# Exercise aim
Pull out from the material below all lines with "backup".

# Provided data
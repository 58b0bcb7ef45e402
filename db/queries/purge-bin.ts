import 'server-only';
import { inArray, lte, or, type SQL, sql } from 'drizzle-orm';
import { db, type Executor } from '../client';
import { doomedObjects } from '../schema/doomed-objects';
import { photos } from '../schema/photos';
import { tombstones } from '../schema/tombstones';

const DAY_MS = 86_400_000;
const BIN_DAYS = 30;
const GRACE_DAYS = 14;

type KeysOf = (photoId: string, revision: number) => string[];

/** Erases the rows of these photos with their marks; their files follow a day later, so that a backup that saw the rows finds them still. */
async function erasePhotos(tx: Executor, now: Date, which: SQL | undefined, keysOf: KeysOf): Promise<void> {
  const gone = await tx
    .delete(photos)
    .where(which)
    .returning({ id: photos.id, revision: photos.revision, hash: photos.masterSha256 });
  if (gone.length === 0) return;
  const eraseAfter = new Date(now.getTime() + DAY_MS);
  await tx.insert(tombstones).values(gone.map(({ id, hash }) => ({ id, hash, objectKind: 'photo' })));
  const keys = gone.flatMap(({ id, revision }) => keysOf(id, revision));
  await tx.insert(doomedObjects).values(keys.map((key) => ({ key, eraseAfter })));
}

const photosBelow = (due: Date, graceEnd: Date) => sql`
  select p.id from photos p join rounds r on r.id = p.round_id join journals j on j.id = r.journal_id
  join wearers w on w.id = j.wearer_id join pattern_versions v on v.id = j.pattern_version_id
  join patterns t on t.id = v.pattern_id join users u on u.id = j.owner_id
  where least(r.deleted_at, j.deleted_at, w.deleted_at, t.deleted_at) <= ${due.toISOString()}
    or u.deleted_at <= ${graceEnd.toISOString()}`;

/** Outermost last, so that each leaves its own tombstone before what it hung on takes it along. */
const CONTAINERS = [
  ['rounds', 'round', BIN_DAYS],
  ['journals', 'journal', BIN_DAYS],
  ['wearers', 'wearer', BIN_DAYS],
  ['patterns', 'pattern', BIN_DAYS],
  ['users', 'user', GRACE_DAYS],
] as const;

/**
 * Erases what has lain in the bin 30 days, with everything below it, and accounts whose 14 days of grace are over. Of each thing
 * its id and a hash are left, so that a restored backup does not bring it back.
 * @param keysOf the files of one revision of a photo
 */
export async function purgeBin(now: Date, keysOf: KeysOf): Promise<void> {
  const daysAgo = (days: number) => new Date(now.getTime() - days * DAY_MS);
  await db().transaction(async (tx) => {
    const below = inArray(photos.id, sql`(${photosBelow(daysAgo(BIN_DAYS), daysAgo(GRACE_DAYS))})`);
    await erasePhotos(tx, now, or(lte(photos.deletedAt, daysAgo(BIN_DAYS)), below), keysOf);
    for (const [table, objectKind, days] of CONTAINERS)
      await tx.execute(sql`
        with gone as (delete from ${sql.identifier(table)} where deleted_at <= ${daysAgo(days).toISOString()} returning id)
        insert into tombstones (id, object_kind, hash)
        select id, ${objectKind}, encode(sha256(convert_to(id::text, 'UTF8')), 'hex') from gone`);
  });
}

# Answer for this exercise
/** Erases the rows of these photos with their marks; their files follow a day later, so that a backup that saw the rows finds them still. */
 * its id and a hash are left, so that a restored backup does not bring it back.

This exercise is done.